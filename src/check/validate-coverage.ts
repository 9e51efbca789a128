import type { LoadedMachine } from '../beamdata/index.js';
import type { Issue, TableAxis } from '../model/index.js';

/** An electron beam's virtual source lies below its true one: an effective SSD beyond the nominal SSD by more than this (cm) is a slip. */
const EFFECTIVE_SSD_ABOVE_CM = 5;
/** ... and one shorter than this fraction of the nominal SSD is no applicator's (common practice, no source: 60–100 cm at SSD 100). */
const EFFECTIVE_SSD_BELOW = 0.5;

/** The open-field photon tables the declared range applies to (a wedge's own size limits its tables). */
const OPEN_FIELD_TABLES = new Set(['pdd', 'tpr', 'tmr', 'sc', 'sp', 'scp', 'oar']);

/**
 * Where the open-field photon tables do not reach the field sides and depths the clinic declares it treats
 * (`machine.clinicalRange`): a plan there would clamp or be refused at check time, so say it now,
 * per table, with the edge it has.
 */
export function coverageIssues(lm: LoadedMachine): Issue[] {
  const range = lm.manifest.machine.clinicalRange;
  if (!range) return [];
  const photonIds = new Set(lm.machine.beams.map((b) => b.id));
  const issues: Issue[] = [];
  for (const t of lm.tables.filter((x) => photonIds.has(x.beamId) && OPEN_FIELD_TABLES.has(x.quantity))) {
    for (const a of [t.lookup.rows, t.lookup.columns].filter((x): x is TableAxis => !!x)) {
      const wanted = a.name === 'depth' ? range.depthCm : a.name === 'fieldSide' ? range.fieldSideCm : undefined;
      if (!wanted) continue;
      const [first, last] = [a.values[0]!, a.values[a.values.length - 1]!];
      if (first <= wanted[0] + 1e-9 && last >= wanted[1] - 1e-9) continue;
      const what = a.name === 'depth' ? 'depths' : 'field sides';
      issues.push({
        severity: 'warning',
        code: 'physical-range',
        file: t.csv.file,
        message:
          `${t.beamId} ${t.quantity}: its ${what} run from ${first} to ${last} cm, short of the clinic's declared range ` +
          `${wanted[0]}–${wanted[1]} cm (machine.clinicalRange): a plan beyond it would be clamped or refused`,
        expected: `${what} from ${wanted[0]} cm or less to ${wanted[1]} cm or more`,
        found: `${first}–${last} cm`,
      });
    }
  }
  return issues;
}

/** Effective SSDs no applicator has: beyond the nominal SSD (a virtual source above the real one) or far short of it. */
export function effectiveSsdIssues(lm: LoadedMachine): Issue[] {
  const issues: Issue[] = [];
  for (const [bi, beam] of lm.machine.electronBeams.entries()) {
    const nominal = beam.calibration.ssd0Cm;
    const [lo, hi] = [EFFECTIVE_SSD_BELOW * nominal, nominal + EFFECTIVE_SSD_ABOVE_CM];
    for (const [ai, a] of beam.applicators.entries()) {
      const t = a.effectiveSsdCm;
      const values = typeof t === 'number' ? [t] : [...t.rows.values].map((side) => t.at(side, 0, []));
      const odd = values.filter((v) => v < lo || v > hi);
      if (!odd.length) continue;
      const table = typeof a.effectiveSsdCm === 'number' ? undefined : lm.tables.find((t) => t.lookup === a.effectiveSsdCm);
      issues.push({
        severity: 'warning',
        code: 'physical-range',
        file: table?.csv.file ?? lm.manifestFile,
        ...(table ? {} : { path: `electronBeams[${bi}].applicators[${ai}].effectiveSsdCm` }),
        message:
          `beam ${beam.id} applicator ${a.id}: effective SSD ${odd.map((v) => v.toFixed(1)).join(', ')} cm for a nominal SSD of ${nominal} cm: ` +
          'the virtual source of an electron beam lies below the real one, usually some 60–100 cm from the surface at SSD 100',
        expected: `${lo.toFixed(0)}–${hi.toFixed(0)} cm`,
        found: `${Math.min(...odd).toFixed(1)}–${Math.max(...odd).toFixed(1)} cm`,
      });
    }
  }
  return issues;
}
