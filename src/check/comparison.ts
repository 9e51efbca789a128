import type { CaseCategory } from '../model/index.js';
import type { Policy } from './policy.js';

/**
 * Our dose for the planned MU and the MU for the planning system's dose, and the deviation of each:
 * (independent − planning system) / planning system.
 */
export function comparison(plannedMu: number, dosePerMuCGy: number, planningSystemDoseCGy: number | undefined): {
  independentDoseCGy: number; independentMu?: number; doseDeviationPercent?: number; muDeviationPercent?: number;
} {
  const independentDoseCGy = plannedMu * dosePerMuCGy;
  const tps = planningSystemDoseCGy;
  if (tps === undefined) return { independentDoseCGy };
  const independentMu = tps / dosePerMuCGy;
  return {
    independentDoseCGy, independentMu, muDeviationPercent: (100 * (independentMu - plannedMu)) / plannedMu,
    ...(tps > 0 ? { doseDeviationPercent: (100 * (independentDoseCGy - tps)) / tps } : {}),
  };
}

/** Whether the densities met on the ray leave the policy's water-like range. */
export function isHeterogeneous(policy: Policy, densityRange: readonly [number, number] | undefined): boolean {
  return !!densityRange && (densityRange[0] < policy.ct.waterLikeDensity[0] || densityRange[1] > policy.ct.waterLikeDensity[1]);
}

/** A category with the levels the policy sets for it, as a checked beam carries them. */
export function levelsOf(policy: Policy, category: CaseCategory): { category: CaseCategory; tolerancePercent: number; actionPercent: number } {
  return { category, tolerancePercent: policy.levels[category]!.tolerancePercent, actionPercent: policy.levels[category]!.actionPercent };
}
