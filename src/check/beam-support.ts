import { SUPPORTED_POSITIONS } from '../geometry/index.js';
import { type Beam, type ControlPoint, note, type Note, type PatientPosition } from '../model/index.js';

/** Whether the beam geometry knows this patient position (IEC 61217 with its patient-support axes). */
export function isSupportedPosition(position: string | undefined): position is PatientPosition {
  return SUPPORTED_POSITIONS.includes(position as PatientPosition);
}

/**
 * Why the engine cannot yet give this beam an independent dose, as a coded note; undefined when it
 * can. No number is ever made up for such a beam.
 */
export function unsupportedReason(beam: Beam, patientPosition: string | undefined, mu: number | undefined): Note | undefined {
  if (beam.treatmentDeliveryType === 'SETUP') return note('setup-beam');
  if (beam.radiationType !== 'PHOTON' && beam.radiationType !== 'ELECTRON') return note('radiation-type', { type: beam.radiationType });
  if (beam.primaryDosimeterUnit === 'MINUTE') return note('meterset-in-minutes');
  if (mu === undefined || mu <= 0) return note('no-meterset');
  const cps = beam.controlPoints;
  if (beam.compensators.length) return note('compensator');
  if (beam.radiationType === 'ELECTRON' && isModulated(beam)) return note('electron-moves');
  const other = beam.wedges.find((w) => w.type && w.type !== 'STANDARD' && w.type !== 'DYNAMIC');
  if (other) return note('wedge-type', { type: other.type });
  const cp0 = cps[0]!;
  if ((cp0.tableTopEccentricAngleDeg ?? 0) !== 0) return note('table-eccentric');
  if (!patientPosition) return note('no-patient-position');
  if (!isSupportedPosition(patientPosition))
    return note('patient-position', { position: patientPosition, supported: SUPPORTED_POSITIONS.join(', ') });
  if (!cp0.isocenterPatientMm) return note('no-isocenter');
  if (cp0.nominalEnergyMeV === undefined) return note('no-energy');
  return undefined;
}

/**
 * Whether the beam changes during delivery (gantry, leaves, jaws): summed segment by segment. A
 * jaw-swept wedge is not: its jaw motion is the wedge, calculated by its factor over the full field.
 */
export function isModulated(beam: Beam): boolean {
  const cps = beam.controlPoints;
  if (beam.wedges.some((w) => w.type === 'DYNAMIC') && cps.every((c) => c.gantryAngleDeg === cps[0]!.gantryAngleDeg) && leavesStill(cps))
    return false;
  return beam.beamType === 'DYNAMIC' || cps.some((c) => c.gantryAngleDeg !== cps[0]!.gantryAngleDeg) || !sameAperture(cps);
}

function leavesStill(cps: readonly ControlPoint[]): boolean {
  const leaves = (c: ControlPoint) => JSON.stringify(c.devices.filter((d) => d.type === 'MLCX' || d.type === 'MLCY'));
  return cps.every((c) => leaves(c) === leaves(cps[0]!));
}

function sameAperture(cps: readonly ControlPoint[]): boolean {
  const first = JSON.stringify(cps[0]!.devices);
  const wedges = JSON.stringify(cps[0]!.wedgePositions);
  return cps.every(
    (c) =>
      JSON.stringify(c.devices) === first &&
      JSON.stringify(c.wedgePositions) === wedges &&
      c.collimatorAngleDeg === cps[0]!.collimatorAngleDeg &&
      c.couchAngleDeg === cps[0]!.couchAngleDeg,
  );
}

++++++++

> What is expected: Only one part of the material above is to be transcribed, namely the lines starting with the line that has "const wedges = JSON.stringify(cps[0]!.wedgePositions);" and going on through the line that has "c.collimatorAngleDeg === cps[0]!.collimatorAngleDeg", exactly as they stand.

> Task solution:
  const wedges = JSON.stringify(cps[0]!.wedgePositions);
  return cps.every(
    (c) =>
      JSON.stringify(c.devices) === first &&
      JSON.stringify(c.wedgePositions) === wedges &&
      c.collimatorAngleDeg === cps[0]!.collimatorAngleDeg &&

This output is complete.